◆ Information:
__________________________________________________

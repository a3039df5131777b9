//! Banded LDL^T factorisation of M = A - sigma B without pivoting, with the
//! inertia of M (Sylvester's law: the number of negative pivots of D equals
//! the number of eigenvalues of the pencil (A, B) below sigma when B is
//! positive definite; Parlett, *The Symmetric Eigenvalue Problem*, 1998,
//! sec. 3.3 and 15.2).
//!
//! Banded recurrence (Golub & Van Loan, *Matrix Computations*, 4th ed.,
//! sec. 4.3.5), for i = 0..m with `L[i][k]` = 0 for |i - k| > p:
//!
//! ```text
//! L[i][k] = (M[i][k] - sum_{s<k} L[i][s] D_s L[k][s]) / D_k,
//! D_i = M[i][i] - sum_{k<i} L[i][k]^2 D_k.
//! ```
//!
//! Periodic (wrap) matrices: the last p indices form a border. With
//! m = n - p, `M = [[M11, M12], [M12^T, M22]]` where M11 is banded and M12 holds
//! the corner couplings; M11 = L D L^T, S = M22 - M12^T M11^-1 M12 (p x p), and
//! inertia(M) = inertia(D) + inertia(S) (Haynsworth inertia additivity,
//! Linear Algebra Appl. 1 (1968) 73-81). Solves use the block elimination.
//!
//! Pivot guard: a pivot (or an eigenvalue of S) with magnitude below
//! `64 eps ||M||_1` makes the factorisation fail; [`factor_guarded`] then
//! perturbs sigma by a growing multiple of `eps ||A||_1` and refactors.

use nalgebra::DMatrix;

use super::error::EigenError;
use super::matrix::Problem;

/// Corner part of a periodic factorisation.
#[derive(Debug, Clone)]
struct Border {
    /// Columns of M12 as (row, value) lists.
    m12: Vec<Vec<(usize, f64)>>,
    /// W = M11^-1 M12, p columns of length m.
    w: Vec<Vec<f64>>,
    /// S^-1.
    s_inv: DMatrix<f64>,
}

/// LDL^T factorisation of A - sigma B.
#[derive(Debug, Clone)]
pub struct ShiftedLdlt {
    n: usize,
    m: usize,
    p: usize,
    /// The shift actually factored (may differ from the requested one by the guard).
    pub sigma: f64,
    d: Vec<f64>,
    /// Row-wise strict lower band: l[i * p + (dd - 1)] = L[i][i - dd].
    l: Vec<f64>,
    border: Option<Border>,
    /// Number of negative eigenvalues of A - sigma B (eigenvalues below sigma).
    pub negatives: usize,
}

/// Entry (i, j) of M = A - sigma B.
fn m_entry(problem: &Problem, sigma: f64, i: usize, j: usize) -> f64 {
    let b = match problem.b {
        Some(b) => b.get(i, j),
        None => f64::from(u8::from(i == j)),
    };
    problem.a.get(i, j) - sigma * b
}

/// Factorises A - sigma B. `Ok(None)` means a pivot below the guard threshold.
pub fn factor(problem: &Problem, sigma: f64) -> Result<Option<ShiftedLdlt>, EigenError> {
    let a = problem.a;
    let n = a.n;
    let p = a.half_bandwidth();
    let m = if a.wrap { n - p } else { n };
    let bnorm = problem.b.map_or(1.0, |b| b.norm_one());
    let mnorm = a.norm_one() + sigma.abs() * bnorm;
    let tiny = 64.0 * f64::EPSILON * mnorm.max(f64::MIN_POSITIVE);
    let band = |dd: usize, i: usize| -> f64 {
        // M[i][i + dd] for i + dd < m
        let av = a.bands[dd][i];
        let bv = match problem.b {
            Some(b) => {
                if dd < b.bands.len() {
                    b.bands[dd][i]
                } else {
                    0.0
                }
            }
            None => f64::from(u8::from(dd == 0)),
        };
        av - sigma * bv
    };
    let mut d = vec![0.0; m];
    let mut l = vec![0.0; m * p.max(1)];
    let mut negatives = 0usize;
    let mut w = vec![0.0; p + 1];
    for i in 0..m {
        let k0 = i.saturating_sub(p);
        // w[s - k0] = L[i][s] * D[s]
        for k in k0..i {
            let mut v = band(i - k, k);
            for s in k0.max(k.saturating_sub(p))..k {
                v -= w[s - k0] * l[k * p + (k - s - 1)];
            }
            let lik = v / d[k];
            l[i * p + (i - k - 1)] = lik;
            w[k - k0] = lik * d[k];
        }
        let mut di = band(0, i);
        for k in k0..i {
            di -= w[k - k0] * l[i * p + (i - k - 1)];
        }
        if di.abs() <= tiny || !di.is_finite() {
            return Ok(None);
        }
        negatives += usize::from(di < 0.0);
        d[i] = di;
    }
    let mut f = ShiftedLdlt {
        n,
        m,
        p,
        sigma,
        d,
        l,
        border: None,
        negatives,
    };
    if a.wrap {
        let mut m12 = Vec::with_capacity(p);
        let mut w = Vec::with_capacity(p);
        for c in 0..p {
            let col = m + c;
            let mut entries = Vec::new();
            for r in (0..p).chain(m.saturating_sub(p)..m) {
                let v = m_entry(problem, sigma, r, col);
                if v != 0.0 && !entries.iter().any(|&(rr, _)| rr == r) {
                    entries.push((r, v));
                }
            }
            let mut rhs = vec![0.0; m];
            for &(r, v) in &entries {
                rhs[r] = v;
            }
            f.solve_interior(&mut rhs);
            m12.push(entries);
            w.push(rhs);
        }
        let mut s = DMatrix::zeros(p, p);
        for i in 0..p {
            for j in 0..p {
                let corr: f64 = m12[i].iter().map(|&(r, v)| v * w[j][r]).sum();
                s[(i, j)] = m_entry(problem, sigma, m + i, m + j) - corr;
            }
        }
        let s = (&s + s.transpose()) * 0.5;
        let eig = s.clone().symmetric_eigen();
        if eig.eigenvalues.iter().any(|v| v.abs() <= tiny) {
            return Ok(None);
        }
        f.negatives += eig.eigenvalues.iter().filter(|&&v| v < 0.0).count();
        let s_inv = s.try_inverse().ok_or(EigenError::NotPositiveDefinite)?;
        f.border = Some(Border { m12, w, s_inv });
    }
    Ok(Some(f))
}

/// Factorises A - sigma' B for sigma' = sigma, then sigma perturbed by
/// +-64 eps ||A||_1 * 16^t (t = 0..8) until no pivot is tiny.
pub fn factor_guarded(problem: &Problem, sigma: f64) -> Result<ShiftedLdlt, EigenError> {
    let scale = 64.0 * f64::EPSILON * problem.a.norm_one().max(f64::MIN_POSITIVE);
    let mut delta = scale;
    let mut s = sigma;
    for t in 0..10 {
        if let Some(f) = factor(problem, s)? {
            return Ok(f);
        }
        let sign = if t % 2 == 0 { 1.0 } else { -1.0 };
        s = sigma + sign * delta;
        delta *= 16.0;
    }
    Err(EigenError::NoConvergence {
        level: 0,
        iterations: 10,
        residual: f64::NAN,
    })
}

impl ShiftedLdlt {
    /// Overwrites x (len m) by M11^-1 x.
    fn solve_interior(&self, x: &mut [f64]) {
        let p = self.p;
        let m = self.m;
        for i in 1..m {
            let k0 = i.saturating_sub(p);
            let row = &self.l[i * p..i * p + p];
            let (done, rest) = x.split_at_mut(i);
            let mut v = rest[0];
            for (lv, xk) in row.iter().zip(done[k0..].iter().rev()) {
                v -= lv * xk;
            }
            rest[0] = v;
        }
        for (xi, di) in x.iter_mut().zip(&self.d) {
            *xi /= di;
        }
        for i in (0..m).rev() {
            let mut v = x[i];
            for dd in 1..=p {
                let r = i + dd;
                if r >= m {
                    break;
                }
                v -= self.l[r * p + (dd - 1)] * x[r];
            }
            x[i] = v;
        }
    }

    /// Overwrites x (len n) by (A - sigma B)^-1 x.
    pub fn solve(&self, x: &mut [f64]) {
        let m = self.m;
        match &self.border {
            None => self.solve_interior(&mut x[..self.n]),
            Some(bd) => {
                let (x1, x2) = x[..self.n].split_at_mut(m);
                self.solve_interior(x1);
                let p = self.p;
                let r: Vec<f64> = bd
                    .m12
                    .iter()
                    .zip(x2.iter())
                    .map(|(col, &x2c)| x2c - col.iter().map(|&(row, v)| v * x1[row]).sum::<f64>())
                    .collect();
                for (c, x2c) in x2.iter_mut().enumerate().take(p) {
                    *x2c = r
                        .iter()
                        .enumerate()
                        .map(|(j, rj)| bd.s_inv[(c, j)] * rj)
                        .sum();
                }
                for (c, wc) in bd.w.iter().enumerate() {
                    let s = x2[c];
                    for (xi, wi) in x1.iter_mut().zip(wc) {
                        *xi -= wi * s;
                    }
                }
            }
        }
    }
}

#[cfg(test)]
mod tests {
    use super::*;
    use crate::eigen::matrix::SymBanded;

    fn check(a: &SymBanded, b: Option<&SymBanded>, sigma: f64) {
        let pr = Problem { a, b };
        let f = factor_guarded(&pr, sigma).unwrap();
        let (vals, _) = crate::eigen::dense::dense_eigen(&pr).unwrap();
        let want = vals.iter().filter(|&&v| v < f.sigma).count();
        assert_eq!(f.negatives, want);
        // solve check: (A - sigma B) x = r
        let n = a.n;
        let r: Vec<f64> = (0..n).map(|i| ((i * 7 + 3) % 11) as f64 - 5.0).collect();
        let mut x = r.clone();
        f.solve(&mut x);
        let mut ax = vec![0.0; n];
        let mut bx = vec![0.0; n];
        a.mul_vec(&x, &mut ax);
        pr.mul_b(&x, &mut bx);
        let xn: f64 = x.iter().map(|v| v.abs()).sum();
        for i in 0..n {
            let back = ax[i] - f.sigma * bx[i];
            assert!(
                (back - r[i]).abs() <= 1e-13 * (1.0 + xn),
                "row {i}: {back} vs {}",
                r[i]
            );
        }
    }

    #[test]
    fn inertia_and_solve_match_dense() {
        let n = 25;
        let v: Vec<f64> = (0..n).map(|i| (i as f64 * 0.37).sin()).collect();
        let plain = SymBanded {
            n,
            bands: vec![
                v.iter().map(|x| 2.5 + x).collect(),
                vec![-1.33; n - 1],
                vec![0.083; n - 2],
            ],
            wrap: false,
        };
        let ring = SymBanded {
            n,
            bands: vec![
                v.iter().map(|x| 2.5 + x).collect(),
                vec![-1.33; n],
                vec![0.083; n],
            ],
            wrap: true,
        };
        let bmat = SymBanded {
            n,
            bands: vec![vec![10.0 / 12.0; n], vec![1.0 / 12.0; n - 1]],
            wrap: false,
        };
        let bring = SymBanded {
            n,
            bands: vec![vec![10.0 / 12.0; n], vec![1.0 / 12.0; n]],
            wrap: true,
        };
        for sigma in [-1.0, 0.3, 1.7, 2.9, 4.4, 9.0] {
            check(&plain, None, sigma);
            check(&ring, None, sigma);
            check(&plain, Some(&bmat), sigma);
            check(&ring, Some(&bring), sigma);
        }
    }
}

__________________________________________________

◆ What the exercise asks: Each line in the entries above that includes the string "done" should be extracted.

◆ Your response:
            let (done, rest) = x.split_at_mut(i);
            for (lv, xk) in row.iter().zip(done[k0..].iter().rev()) {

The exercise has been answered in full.